Data modeling for cloud DW
In this blog post, I would like to share some options that you can consider to model your cloud DW for better query performance. With a traditional EDW, we would either come up a STAR, Snowflake or similar schemas. These are nothing but a partially normalized data model more geared towards the measures that we would generally report on. In general, these models suit the DW databases that are row-based. Between row and columnar-based DW solutions, the key differences are with the way the data is actually stored in the disk. Here is a quick comparison between these stores. Cloud DW solutions like Redshift & BigQuery are MPP, OLAP and columnar models. Generally storage is not a concern, as storage costs are minimal with these options. With BigQuery especially, it is completely server-less and charges are only for the data columns processed and retrieved . Most of these handle well with STAR schema for data sizes up to couple TBs. At a petabyte scale, you will definitely want to consider optimizing your models to better serve your use cases. With BigQuery or Redshift:
- Denormalize & Flatten: Performs well with large datasets when facts are denormalized and flattened. This allows you to reduce the number of joins that the query may operate on.
- Distribution keys: With Redshift, instead of denormalizing data, you have the option to specify the distribution keys that allow related data to be co-located. Based on the table's dependencies, you could choose an appropriate distribution key. But to begin with, if we have a right base model, we could plan to minimize the usage of distribution keys even with Redshift. The below sections will be focussing on that.
- Nested & repeated: While BQ performs well with star/snowflake schema model, it does best when denormalized, especially via its nested & repeated features. Nesting allows you to locate the relevant data (i.e, dimensional data along-with fact), and thereby avoid joins as well as improving query performance.
Cloud DW model options:
Merging facts:Here we have considered merging/denormalizing facts, as most of the use cases in our case rely on analyzing the related measures. This way we can eliminate joins across facts.

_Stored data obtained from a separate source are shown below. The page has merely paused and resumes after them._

def uniform(n: int, leg: int, **special) -> list[list[int]]:
    """An n x n matrix with every leg ``leg``; ``special`` maps "i_j" to a leg both ways."""
    matrix = [[0 if i == j else leg for j in range(n)] for i in range(n)]
    for key, value in special.items():
        i, j = map(int, key.split("_"))
        matrix[i][j] = matrix[j][i] = value
    return matrix


def day(minutes, visits, *, start="08:00", end="18:00", km=None, objective="km",
        break_rule=None, **where) -> DayProblem:
    rules = DayRules(hhmm(start), hhmm(end), objective, break_rule)
    return DayProblem(km if km is not None else minutes, minutes, tuple(visits), rules, **where)


def value(plan, objective: str) -> tuple[float, float]:
    return (plan.total_km, plan.return_min) if objective == "km" else (plan.return_min,
                                                                       plan.total_km)


# --- the published instances ---------------------------------------------------------------


@pytest.mark.parametrize("row", SOLUTIONS, ids=lambda row: row["name"])
def test_published_time_window_instance_has_its_proven_optimum(row):
    # Optimum: proven optimal travel time, Dumas et al. 1995 (SOLUTIONS.tsv). Convention of
    # fixtures/tsptw/README.md: leave at ready[0], wait when early, home by due[0], service
    # folded into the matrix, the objective counts travel including the leg home.
    instance = read_tsptw(TSPTW / f"{row['name']}.txt")
    matrix = instance.matrix.tolist()
    n = len(matrix)
    visits = tuple(
        Visit(f"client {k}", 0, (Window(int(instance.ready[k]), int(instance.due[k])),))
        for k in range(1, n)
    )
    rules = DayRules(start_min=int(instance.ready[0]), end_min=int(instance.due[0]))
    plan = plan_day(DayProblem(matrix, matrix, visits, rules), time_limit_s=60)
    optimum = int(row["optimal_value"])
    assert plan.proven_optimal is True
    assert plan.total_km == optimum
    assert plan.total_drive_min == optimum
    assert sorted(plan.order) == list(range(1, n))
    assert evaluate_tsptw_tour(instance, [0, *plan.order]) == (True, optimum)


# --- window boundaries: a visit must start inside a window -----------------------------------

ALBA = "Alba"
BOUNDARY_CASES = [
    # (id, leg from home in minutes, windows, expected start of the visit; None: infeasible)
    # Leave 08:00, 30 min: arrive 08:30 as it opens, no wait.
    ("arrive at opening", 30, "08:30-09:00", "08:30"),
    # Leave 08:00, 60 min: arrive 09:00 as it closes; starting at closing is allowed.
    ("start at closing", 60, "08:30-09:00", "09:00"),
    # Leave 08:00, 61 min: arrive 09:01, one minute after closing.
    ("one minute late", 61, "08:30-09:00", None),
    # Zero-width window: a fixed appointment at 10:00; arrive 08:30, wait 90 min.
    ("fixed appointment", 30, "10:00-10:00", "10:00"),
    # Morning window missed (arrive 09:00 after 08:40): wait for the 13:00 window.
    ("afternoon window", 60, "08:00-08:40, 13:00-15:00", "13:00"),
    # Arriving 09:00 inside the morning window: no wait for the afternoon.
    ("morning window", 60, "08:00-09:30, 13:00-15:00", "09:00"),
]


@pytest.mark.parametrize(("case", "leg", "windows", "expected"), BOUNDARY_CASES,
                         ids=[c[0] for c in BOUNDARY_CASES])
def test_window_boundary(case, leg, windows, expected):
    problem = day(uniform(2, leg), [Visit(ALBA, 20, parse_windows(windows))])
    if expected is None:
        with pytest.raises(Infeasible) as caught:
            plan_day(problem)
        explanation = caught.value.explanation
        assert ALBA in str(caught.value)
        assert [u["name"] for u in explanation["unreachable"]] == [ALBA]
        assert explanation["unreachable"][0]["earliest_arrival"] == "09:01"
        assert oracle.best(problem, "km") is None
        return
    plan = plan_day(problem)
    (visit,) = plan.visits
    arrive = hhmm("08:00") + leg
    assert visit.arrive_min == arrive
    assert visit.start_min == hhmm(expected)
    assert visit.wait_min == hhmm(expected) - arrive
    assert visit.depart_min == hhmm(expected) + 20
    assert plan.return_min == hhmm(expected) + 20 + leg
    assert plan.proven_optimal


def test_a_missed_morning_window_is_waited_out_after_another_visit():
    # Bruno is fixed at 08:30 for 60 min, so the morning with Alba (08:00-09:00) is lost:
    # Bruno first (08:30-09:30), 10 min to Alba, arrive 09:40, wait for 13:00. Alba first
    # (08:30-08:50) would miss Bruno's fixed 08:30.
    minutes = uniform(3, 30, **{"1_2": 10})
    visits = [Visit(ALBA, 20, parse_windows("08:00-09:00, 13:00-15:00")),
              Visit("Bruno", 60, parse_windows("08:30-08:30"))]
    plan = plan_day(day(minutes, visits))
    assert plan.order == (2, 1)
    assert plan.visits[1].arrive_min == hhmm("09:40")
    assert plan.visits[1].start_min == hhmm("13:00")
    assert plan.return_min == hhmm("13:50")


@pytest.mark.parametrize(("text", "fragment"), [
    ("22:00-02:00", "cannot cross midnight"),
    ("12:00-11:00", "ends before it starts"),
    ("09:00-12:00, 11:00-14:00", "overlapping"),
    ("9h-12h", "is not a clock time"),
    ("09:00-25:00", "is not a time of day"),
])
def test_window_text_that_cannot_be_a_day_window_is_refused(text, fragment):
    with pytest.raises(InvalidInput) as caught:
        parse_windows(text)
    assert fragment in str(caught.value)


def test_window_text_is_read_in_time_order():
    assert parse_windows("14:00-17:00, 09:00-12:00") == (Window(540, 720), Window(840, 1020))
    assert parse_windows("") == ()


def test_windows_listed_out_of_time_order_are_honoured_or_refused():
    # Home by 12:00; leave 08:00, 30 min to Alba, who receives 14:00-15:00 or 09:00-10:00:
    # start 09:00, home 09:50 (worked by hand; the oracle agrees).
    problem = day(uniform(2, 30), [Visit(ALBA, 20, (window("14:00-15:00"),
                                                     window("09:00-10:00")))], end="12:00")
    assert oracle.best(problem, "km") == (60, hhmm("09:50"))
    try:
        plan = plan_day(problem)
    except InvalidInput:
        return  # refusing the input is an acceptable answer too
    assert plan.visits[0].start_min == hhmm("09:00")


# --- the end of the day -----------------------------------------------------------------------


def test_return_after_the_end_of_the_day_is_infeasible():
    # Leave 08:00, 31 min out, 60 min visit, 31 min back: home 10:02, after 10:00.
    # (The published instances never bind this rule, fixtures/tsptw/README.md.)
    problem = day(uniform(2, 31), [Visit(ALBA, 60)], end="10:00")
    with pytest.raises(Infeasible) as caught:
        plan_day(problem)
    assert "10:02" in str(caught.value)
    assert [u["name"] for u in caught.value.explanation["unreachable"]] == [ALBA]
    assert oracle.best(problem, "km") is None


def test_return_exactly_at_the_end_of_the_day_is_allowed():
    plan = plan_day(day(uniform(2, 31), [Visit(ALBA, 60)], end="10:02"))
    assert plan.return_min == hhmm("10:02")


def test_the_day_end_rule_decides_the_order():
    # Alba (any time, 60 min) and Bruno (from 09:00, 30 min); home by 11:00. Legs 30, 10
    # between them. Bruno first: 08:30 wait 09:00-09:30, Alba 09:40-10:40, home 11:10: too
    # late. Alba first: 08:30-09:30, Bruno 09:40-10:10, home 10:40: the only plan.
    minutes = uniform(3, 30, **{"1_2": 10})
    problem = day(minutes, [Visit(ALBA, 60), Visit("Bruno", 30, parse_windows("09:00-18:00"))],
                  end="11:00", objective="return")
    plan = plan_day(problem)
    assert plan.order == (1, 2)
    assert plan.return_min == hhmm("10:40")
    assert oracle.best(problem, "return") == (70, hhmm("10:40"))


# --- the break ----------------------------------------------------------------------------------

LUNCH = BreakRule(duration_min=30, earliest_min=hhmm("12:00"), latest_min=hhmm("14:00"))


def _breaks(plan) -> list[tuple[float, float]]:
    spans = [v.break_before for v in plan.visits if v.break_before is not None]
    if plan.break_before_return is not None:
        spans.append(plan.break_before_return)
    return spans


def test_break_is_placed_inside_its_interval_when_out_at_noon():
    # Leave 09:00. Alba 09:30-12:00 (window 09:30-10:00, 150 min); Bruno (window
    # 12:00-13:00, 60 min) reached 12:30. Two plans tie on km and return (14:30): the break
    # 12:30-13:00 on arrival then Bruno 13:00-14:00, or Bruno 12:30-13:30 then the break
    # 13:30-14:00 before the drive home. A break at Alba would push her past 10:00; Bruno
    # first misses Alba. Worked by hand.
    minutes = uniform(3, 30)
    visits = [Visit(ALBA, 150, parse_windows("09:30-10:00")),
              Visit("Bruno", 60, parse_windows("12:00-13:00"))]
    problem = day(minutes, visits, start="09:00", break_rule=LUNCH)
    plan = plan_day(problem)
    assert plan.order == (1, 2)
    assert _breaks(plan) in ([(hhmm("12:30"), hhmm("13:00"))], [(hhmm("13:30"), hhmm("14:00"))])
    assert plan.return_min == hhmm("14:30")
    for start, end in _breaks(plan):
        assert LUNCH.earliest_min <= start and end <= LUNCH.latest_min
        assert end - start == LUNCH.duration_min
    assert oracle.best(problem, "km") == (90, hhmm("14:30"))


@pytest.mark.parametrize(("start", "service", "home"), [
    ("08:00", 60, "10:00"),   # 08:30-09:30, home 10:00: long before 13:30
    ("11:00", 90, "13:30"),   # 11:30-13:00, home 13:30 = 14:00 - 30 min: still no break
])
def test_no_break_needed_when_home_by_latest_minus_duration(start, service, home):
    plan = plan_day(day(uniform(2, 30), [Visit(ALBA, service)], start=start, break_rule=LUNCH))
    assert _breaks(plan) == []
    assert plan.return_min == hhmm(home)


def test_break_needed_when_home_one_minute_later():
    # 11:30-13:01 at Alba, so home at 13:31 is too late without a break. Break before the
    # drive home 13:01-13:31, home 14:01; on arrival (12:00-12:30) would bring home 14:31.
    problem = day(uniform(2, 30), [Visit(ALBA, 91)], start="11:00", break_rule=LUNCH,
                  objective="return")
    plan = plan_day(problem)
    assert plan.break_before_return == (hhmm("13:01"), hhmm("13:31"))
    assert plan.return_min == hhmm("14:01")
    assert oracle.best(problem, "return") == (60, hhmm("14:01"))


# --- the two objectives -------------------------------------------------------------------------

Merging dimensional data:As our dimension differs simply by its type, we could consider merging/denormalizing them as well. Again, this way we avoid joins here.
Denormalized factHere we have denormalized and flattened fact with its dimensional data. You should be careful in choosing this approach. Go with this option when you don’t expect dimensional data to change often or really don't care for the fact’s integrity with dimensional data, even when it does change. We can always look at other batch options to reflect the integrity of dimensional data. But that’s something to keep in mind.
Partially nested fact with merged dimensions (BigQuery specific):Here we attempt to nest some of the dimensional data along with the fact. This model allows to nest only the required dimensional to allow dimensional changes. Dimensional data is merged/denormalized as well to avoid joins.
Fully nested and flattened fact (BigQuery specific):Here we attempt to fully nest the dimensional data along with the fact to leverage BigQuery’s query performance. Again, consider using the previous approach if dimensional data were to change more often.
- Nested and repeated fields can maintain relationships without the performance impact of preserving a relational (normalized).
- Denormalization localizes the data to individual slots so execution can be done in parallel. With Redshift, instead denormalizing data, you have the option to specify the distribution keys that allows related data to be co-located.
- If you need to maintain relationships while denormalizing your data, use nested and repeated fields instead of completely flattening your data. When relational data is completely flattened, network communication (shuffling) can negatively impact query performance.